Of course, sometimes agility drills and 40 times don't tell the whole story.  Some guys have field speed that seems to excel any timed drill.  In any case, very fast guys.


----------



## davegmb (Nov 25, 2010)

MDR said:


> Interesting stuff-
> 
> Danny Woodhead ran an excellent 40 time of 4.33 at pro day, and also ran the 100 meters in 10.5 in college. Tremendous times in the quickness and agility drills at pro day as well.
> 
> ...


 
Agree completely with this. There are so many guys out there who have quick 40 times but doesnt necessary make them a good player. Other factors such as being ellusive with the speed, brave and durable are massive factors too, especially the bravery one.


----------



## min0 lee (Nov 25, 2010)

Bebee made the most of his speed.


----------



## MDR (Nov 25, 2010)

min0 lee said:


> Bebee made the most of his speed.



I remember he had a rep as an extremely hard worker, and a good teammate.  Too bad he'll always be remembered for the Leon Lett deal.  At least he was on the right end of the play.  Love the guys who come from nowhere and have great careers like that.


----------



## beef1995 (Nov 26, 2010)

what about oakland raiders receiver nick miller?


----------



## MDR (Nov 26, 2010)

Ran a 4.29 40, but hasn't contributed much due to injuries.


----------



## Chain Link (Nov 26, 2010)

Fastest white meat out there.


----------



## vortrit (Nov 27, 2010)

Chain Link said:


> Fastest white meat out there.



lawl!


----------



## beef1995 (Nov 27, 2010)

why are white people usually slower then other races?


----------



## SFW (Nov 27, 2010)

YouTube Video


----------



## SFW (Nov 27, 2010)

beef1995 said:


> why are white people usually slower then other races?


 

and richer


----------



## 240PLUS (Nov 27, 2010)

Chain Link said:


> Fastest white meat out there.



That's hilarious


----------



## davegmb (Nov 28, 2010)

beef1995 said:


> why are white people usually slower then other races?


 
I disagree with this.
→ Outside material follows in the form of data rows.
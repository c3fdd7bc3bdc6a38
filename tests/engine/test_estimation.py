"""Stratified density and abundance: checks against formulas, a published example and hand cases.

Equation numbers of Cochran (1977) are cited from memory (the formulas themselves are
written out in the tests); the Thompson example is marked from memory where it is used.
"""
import math

import numpy as np
import pytest
from scipy import stats

from plotwise.processing.engine import estimation as est
from plotwise.processing.engine.errors import InputError
from plotwise.processing.engine.rng import make_rng

REL = 1e-9

# hand-made data: three strata, unequal unit areas (km²), stratum areas in km²
HAND = {
    "A": ([3, 0, 5, 2, 7, 1], [0.010, 0.012, 0.010, 0.009, 0.011, 0.010], 12.0),
    "B": ([12, 9, 15, 20, 8], [0.010, 0.010, 0.020, 0.020, 0.010], 4.5),
    "C": ([0, 0, 1, 0, 2, 0, 1, 0], [0.010] * 8, 30.0),
}


def _hand_arrays():
    counts, areas, strata = [], [], []
    for h, (y, a, _) in HAND.items():
        counts += y
        areas += a
        strata += [h] * len(y)
    return np.array(counts, float), np.array(areas), np.array(strata, dtype=object), {h: v[2] for h, v in HAND.items()}


def _by_formula(fpc, p=1.0, p_se=0.0, confidence=0.95):
    """Recompute everything with plain Python from the textbook formulas."""
    rows = {}
    total, var_total, components = 0.0, 0.0, []
    for h, (y, a, area) in HAND.items():
        n = len(y)
        r = sum(y) / sum(a)  # Cochran (1977), eq. 6.1: ratio estimator
        abar = sum(a) / n
        s2 = sum((yi - r * ai) ** 2 for yi, ai in zip(y, a)) / (n - 1)
        f = sum(a) / area if fpc else 0.0
        v = (1 - f) * s2 / (n * abar ** 2)  # Cochran (1977), eq. 6.13: linearised variance
        nh, vn = r * area, area ** 2 * v
        total += nh
        var_total += vn
        components.append((vn, n - 1))
        rows[h] = (nh, vn, n - 1)
    # Satterthwaite (1946); Cochran (1977), eq. 5.16
    df = var_total ** 2 / sum(v ** 2 / d for v, d in components)
    rows["all"] = (total, var_total, df)
    out = {}
    sum_area = sum(v[2] for v in HAND.values())
    for h, (nh, vn, d) in rows.items():
        area = sum_area if h == "all" else HAND[h][2]
        corrected = nh / p
        # delta method, Seber (1982): squared CVs add
        cv2 = vn / nh ** 2 + (p_se / p) ** 2
        se = corrected * math.sqrt(cv2)
        if p_se > 0:
            # Buckland et al. (2001), eq. 3.75, detection component with infinite df
            d = cv2 ** 2 / ((vn / nh ** 2) ** 2 / d)
        q = stats.t.ppf(1 - (1 - confidence) / 2, d)
        out[h] = dict(abund=corrected, abund_se=se, dens=corrected / area, dens_se=se / area, df=d,
                      abund_lo=max(0.0, corrected - q * se), abund_hi=corrected + q * se, cv=math.sqrt(cv2))
    return out


@pytest.mark.parametrize("fpc", [False, True])
@pytest.mark.parametrize("p,p_se", [(1.0, 0.0), (0.7, 0.06)])
def test_independent_recomputation_with_scipy_t(fpc, p, p_se):
    counts, areas, strata, frame = _hand_arrays()
    result = est.estimate_density(counts, areas, strata, frame, fpc=fpc, confidence=0.9,
                                  detection_p=p, detection_se=p_se)
    expected = _by_formula(fpc, p, p_se, confidence=0.9)
    for row in result.table():
        for name, value in expected[row.stratum].items():
            assert getattr(row, name) == pytest.approx(value, rel=REL), (row.stratum, name)


def test_mean_count_and_sd_per_stratum():
    counts, areas, strata, frame = _hand_arrays()
    result = est.estimate_density(counts, areas, strata, frame)
    for row in result.strata:
        y = HAND[row.stratum][0]
        assert row.mean_c == pytest.approx(np.mean(y), rel=REL)  # numpy as oracle
        assert row.sd_c == pytest.approx(np.std(y, ddof=1), rel=REL)
        assert row.n == len(y)


def test_thompson_caribou_stratified_example():
    """Thompson, *Sampling* (2nd ed. 2002), ch. 11, example of the caribou survey of
    Siniff & Skoog (1964): six strata, N_h units, n_h sampled, sample means and
    variances below; estimated total 54,497 with variance 34,105,732 (SE ≈ 5,840).
    All values # from memory."""
    n_units = [400, 30, 61, 18, 70, 120]
    n_sample = [98, 10, 37, 6, 39, 21]
    means = [24.1, 25.6, 267.6, 179.0, 293.7, 33.2]
    variances = [5575, 4064, 347556, 22798, 123578, 9795]
    counts, strata, frame = [], [], {}
    for h, (big_n, n, m, s2) in enumerate(zip(n_units, n_sample, means, variances)):
        # n values with exactly this mean and variance: n-1 equal values and one spike
        s = math.sqrt(s2)
        values = np.full(n, m - s / math.sqrt(n))
        values[-1] += s * math.sqrt(n)
        counts.append(values)
        strata += [h] * n
        frame[h] = float(big_n)  # unit area 1: a stratum of N_h units has area N_h
    counts = np.concatenate(counts)
    result = est.estimate_density(counts, np.ones(counts.size), strata, frame, fpc=True)
    # Cochran (1977), eqs. 5.1 and 5.7 (exact form of the same numbers)
    total = sum(big_n * m for big_n, m in zip(n_units, means))
    var = sum(big_n * (big_n - n) * s2 / n for big_n, n, s2 in zip(n_units, n_sample, variances))
    assert result.overall.abund == pytest.approx(total, rel=REL)
    assert result.overall.abund_se ** 2 == pytest.approx(var, rel=REL)
    assert round(result.overall.abund) == 54497  # Thompson (2002), from memory
    assert abs(result.overall.abund_se ** 2 - 34_105_732) < 1.0  # from memory
    assert round(result.overall.abund_se) == 5840  # from memory


def test_collapsed_pair_of_single_unit_strata_matches_cochran():
    """Cochran (1977), §5A.12: two strata of equal size with one unit each,
    collapsed: v(Ŷ) = (Ŷ_1 − Ŷ_2)² for the pair."""
    counts = np.array([4.0, 10.0, 3.0, 5.0, 6.0])
    strata = ["1", "2", "3", "3", "3"]
    frame = {"1": 50.0, "2": 50.0, "3": 80.0}
    result = est.estimate_density(counts, np.ones(5), strata, frame, neighbours={"1": "2"})
    row1, row2, row3 = result.strata
    pair_var = (50 * 4.0 - 50 * 10.0) ** 2  # Cochran (1977), §5A.12, from memory
    assert row1.abund_se ** 2 + row2.abund_se ** 2 == pytest.approx(pair_var, rel=REL)
    assert row1.collapsed_with == ("2",) and row2.collapsed_with == ("1",)
    own3 = 80.0 ** 2 * np.var([3, 5, 6], ddof=1) / 3  # Cochran (1977), eq. 5.7 without FPC
    assert row3.abund_se ** 2 == pytest.approx(own3, rel=REL)
    assert result.overall.abund_se ** 2 == pytest.approx(pair_var + own3, rel=REL)
    assert any("collapsed" in w for w in result.warnings)




def test_missing_counts_are_non_response():
    counts, areas, strata, frame = _hand_arrays()
    with_gaps = counts.astype(object)
    with_gaps[[1, 7]] = None
    ids = np.arange(100, 100 + counts.size)
    result = est.estimate_density(with_gaps, areas, strata, frame, unit_ids=ids)
    assert result.missing_ids == (101, 107)
    assert "101" in result.warnings[0] and "107" in result.warnings[0]
    assert result.strata[0].n == 5 and result.strata[0].n_missing == 1
    keep = np.ones(counts.size, bool)
    keep[[1, 7]] = False
    same = est.estimate_density(counts[keep], areas[keep], strata[keep], frame)
    assert result.overall.abund == pytest.approx(same.overall.abund, rel=REL)
    assert result.overall.abund_se == pytest.approx(same.overall.abund_se, rel=REL)


@pytest.mark.parametrize("bad", [-1, "many", float("inf")])
def test_bad_counts_name_the_units(bad):
    counts, areas, strata, frame = _hand_arrays()
    values = counts.astype(object)
    values[4] = bad
    with pytest.raises(InputError) as err:
        est.estimate_density(values, areas, strata, frame, unit_ids=np.arange(counts.size) + 1)
    assert err.value.ids == [5]
    assert "5" in err.value.message


def test_empty_stratum_is_an_error_unless_left_out():
    counts, areas, strata, frame = _hand_arrays()
    frame = dict(frame, D=20.0)
    with pytest.raises(InputError) as err:
        est.estimate_density(counts, areas, strata, frame)
    assert err.value.ids == ["D"]
    result = est.estimate_density(counts, areas, strata, frame, drop_empty_strata=True)
    assert result.dropped_strata == ("D",) and result.dropped_area == 20.0
    assert result.overall.area == pytest.approx(46.5)
    assert any("shrank" in w for w in result.warnings)


def test_unit_in_unknown_stratum_is_an_error():
    counts, areas, strata, frame = _hand_arrays()
    strata = strata.copy()
    strata[2] = "Z"
    with pytest.raises(InputError) as err:
        est.estimate_density(counts, areas, strata, frame)
    assert err.value.ids == [2]


def test_numeric_and_text_stratum_ids_match():
    result = est.estimate_density([1.0, 2.0, 3.0, 4.0], [1, 1, 1, 1], [1, 1.0, "2", 2], {"1": 5, 2.0: 5})
    assert [r.stratum for r in result.strata] == ["1", "2"]




def test_bootstrap_is_seeded_and_agrees_with_normal_theory():
    rng = np.random.default_rng(5)
    n = 400
    counts = rng.poisson(rng.gamma(2.0, 2.0, size=n)).astype(float)
    strata = np.repeat([1, 2], n // 2)
    frame = {1: 100.0, 2: 300.0}
    first = est.estimate_density(counts, np.full(n, 0.01), strata, frame, ci_method="bootstrap",
                                 rng=make_rng(11).generator)
    again = est.estimate_density(counts, np.full(n, 0.01), strata, frame, ci_method="bootstrap",
                                 rng=make_rng(11).generator)
    assert first.overall == again.overall and first.n_bootstrap == 2000
    # large samples: the percentile interval is close to estimate ± z·SE (Efron & Tibshirani 1993, ch. 13)
    row = first.overall
    z = stats.norm.ppf(0.975)
    assert row.abund_lo == pytest.approx(row.abund - z * row.abund_se, rel=0.03)
    assert row.abund_hi == pytest.approx(row.abund + z * row.abund_se, rel=0.03)


def test_presence_gives_naive_occupancy():
    detections = np.array([1, 0, 0, 1, 1, 0, 0, 0, 1, 0], float)
    strata = [1] * 4 + [2] * 6
    area = np.full(10, 0.04)  # 4 ha units in km²
    frame = {1: 4.0, 2: 12.0}  # 100 and 300 units
    result = est.estimate_density(detections, area, strata, frame, presence=True)
    s1, s2 = result.strata
    assert s1.area == 4.0 and s2.area == 12.0 and result.overall.area == 16.0  # areas, not numbers of units
    assert s1.dens == pytest.approx(0.5) and s2.dens == pytest.approx(2 / 6)
    assert s1.abund == pytest.approx(50.0)  # occupied units: 0.5 of the 100 the stratum holds
    # Cochran (1977), eq. 5.52 (stratified proportion): P = Σ W_h p_h with W_h by units
    assert result.overall.dens == pytest.approx((100 * 0.5 + 300 * 2 / 6) / 400, rel=REL)
    # Cochran (1977), eq. 5.54 without FPC: v(p_h) = p_h q_h / (n_h − 1)
    v = (100 / 400) ** 2 * 0.5 * 0.5 / 3 + (300 / 400) ** 2 * (2 / 6) * (4 / 6) / 5
    assert result.overall.dens_se == pytest.approx(math.sqrt(v), rel=REL)
    with pytest.raises(InputError):
        est.estimate_density(detections * 2, area, strata, frame, presence=True)
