def class_counts(v, lo, hi, bins, ends):
    """``numpy.bincount(histogram_class_index(v, lo, hi, bins), minlength=bins)``, faster inside the range.

    ``ends`` holds ``v``'s minimum and maximum. When the unclipped class
    positions ``(v - lo) * bins / (hi - lo)`` of both ends lie in (-1, bins + 1),
    so do all the others (the arithmetic is monotone): truncation to int32 then
    gives every class as the clipped index does, but for position ``bins``,
    counted with the last class; no clipping pass is needed.
    """
    dt = v.dtype
    scale = dt.type(bins / (hi - lo)) if hi > lo else dt.type(0)
    edge = (np.asarray(ends, dt) - dt.type(lo)) * scale
    if not (edge[0] > -1 and edge[1] < bins + 1):
        return np.bincount(histogram_class_index(v, lo, hi, bins, reuse=True), minlength=bins)
    t = _scratch("class-float", v.size, dt)
    np.subtract(v, dt.type(lo), out=t)
    t *= scale
    small = _scratch("class-int32", v.size, np.int32)
    np.copyto(small, t, casting="unsafe")  # truncation, as astype
    index = _scratch("class-index", v.size, np.intp)
    np.copyto(index, small)
    counts = np.bincount(index, minlength=bins + 1)
    counts[bins - 1] += counts[bins]
    return counts[:bins]


def streamed_histogram(source, bins, value_range=None, covariate=0, progress=None):
    """Frequency table of one covariate in one pass over the valid cells.

    Parameters
    ----------
    value_range : (lo, hi), optional
        Range of the classes. Any range works (values outside fall into the end
        classes); without one, a first pass finds the exact minimum and maximum.
    """
    if value_range is None:
        s = covariate_summary(_OneCovariate(source, covariate), scaled_progress(progress, 0, 0.5))
        if s.count == 0:
            return Histogram(0.0, 0.0, np.zeros(bins, np.int64), math.nan, math.nan)
        value_range = (float(s.minimum[0]), float(s.maximum[0]))
        progress = scaled_progress(progress, 0.5, 1)
    lo, hi = float(value_range[0]), float(value_range[1])
    def work(block):
        v = _column(block, covariate)
        if not v.size:
            return None
        ends = np.array([v.min(), v.max()], v.dtype)
        return class_counts(v, lo, hi, bins, ends), float(ends[0]), float(ends[1]), histogram_class_index(ends, lo, hi,
                                                                                                           bins)

    counts = np.zeros(bins, np.int64)
    vmin, vmax = math.inf, -math.inf
    ranges = []
    for part in map_blocks(source, work, progress):
        if part is None:
            ranges.append((-1, -1))
            continue
        counts += part[0]
        vmin, vmax = min(vmin, part[1]), max(vmax, part[2])
        ranges.append(tuple(part[3]))
    return Histogram(lo, hi, counts, vmin, vmax, np.array(ranges, np.int64).reshape(-1, 2))


class _OneCovariate:
    """View of a source restricted to one covariate (validity still uses all)."""

    def __init__(self, source, covariate):
        self.source, self.covariate, self.n_blocks = source, covariate, source.n_blocks

    def blocks(self):
        for b in self.source.blocks():
            yield CellBlock(b.window, (b.values[self.covariate],), b.in_frame, b.valid, b.strata)  # valid of all


def _numpy_lerp(a, b, t):
    """``numpy.quantile``'s interpolation (numpy 1.22+ ``_lerp``), for identical results."""
    diff = b - a
    return np.where(t >= 0.5, b - diff * (1 - t), a + diff * t)
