Input: a layer or table with one record per unit and year (unit counts), or one record per year (yearly estimates).
Source 0, unit counts: unit id, year and count fields; optionally a stratum field (a trend per stratum is added to the report) and a unit-area field (the area or length surveyed in that record: counts are compared per unit of effort). A NULL count means not surveyed. Units need not be surveyed every year (revisit panels). The model is log-linear Poisson with one effect per unit, log E[count] = log(area) + unit effect + β·year (McCullagh &amp; Nelder 1989), fitted by Newton's method with the unit effects in closed form. Overdispersion by quasi-likelihood: the interval uses the deviance drop between a model with one effect per year and the trend model, per degree of freedom, so that years that differ as a whole (weather, observers) widen it, with Student's t. Units that never counted an animal are left out of the fit (they carry no information on the trend).
Source 1, yearly estimates: year, estimate and standard-error fields (for example the abund and abund_se of the estimate step, one season per record; with a stratum field, the rows 'all' are used). Weighted log-linear regression in which each year's variance is its sampling variance ln(1 + CV²) plus the year-to-year process variance, estimated by the method of moments (DerSimonian &amp; Laird 1986; Thompson &amp; Sharp 1999); the slope's variance is scaled by the residual mean square, with t on k − 2 degrees of freedom (Hartung &amp; Knapp 2001).
Confidence level: of the intervals (default 0.95).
I understand the 100m final in the olympics is usually all back but how does that make white people slower then all other races too? When was the last time an asian, arab, polynesian or any other race you can think of was in the final either?


----------



## beef1995 (Nov 29, 2010)

true i forgot about jeremy bloom


----------



## irish_2003 (Nov 29, 2010)

beef1995 said:


> why are white people usually slower then other races?


 
because we have better performing brains


----------



## Sampson (Nov 30, 2010)

Tim Dwight - my main guy from Iowa!


----------



## irish_2003 (Nov 30, 2010)

Sampson said:


> Tim Dwight - my main guy from Iowa!


 
Iowa always has fast white guys.....Casper, tim dwight, many others......


----------



## Sampson (Dec 1, 2010)

irish_2003 said:


> Iowa always has fast white guys.....Casper, tim dwight, many others......


 
Iowa always has a lot of white guys period haha.


----------



## ATyler (Dec 1, 2010)

beef1995 said:


> what do you think the average 40 yard dash is for a medium sized 15 year old?


 
Come on man thats a stupid ?


----------



## ATyler (Dec 1, 2010)

MDR said:


> Interesting stuff-
> 
> Danny Woodhead ran an excellent 40 time of 4.33 at pro day, and also ran the 100 meters in 10.5 in college. Tremendous times in the quickness and agility drills at pro day as well.
> 
> ...


 
Danny woodhead played at a d2 school called chadron state its only about 2 hours from were i live. I have a few buddies playin for chadron right now


----------



## irish_2003 (Dec 2, 2010)

my mom's husband is black and we're a pretty open joking family so if you're overly sensitive then don't read further......i asked him why black people are so fast.....he said "adaptation".....i was like wtf?....."you try running from lions and tigers and over time you adapt"


----------



## I Are Baboon (Dec 3, 2010)

Eli Manning.


----------



## yeksetm (Dec 10, 2010)

irish_2003 said:


> my mom's husband is black and we're a pretty open joking family so if you're overly sensitive then don't read further......i asked him why black people are so fast.....he said "adaptation".....i was like wtf?....."you try running from lions and tigers and over time you adapt"



GOLD pure and utter COMEDY GOLD


----------



## Smith70592 (Dec 13, 2010)

Danny Woodhead


----------



## beef1995 (Dec 22, 2010)

sam mcguffie will be the fastest if he makes the NFL


----------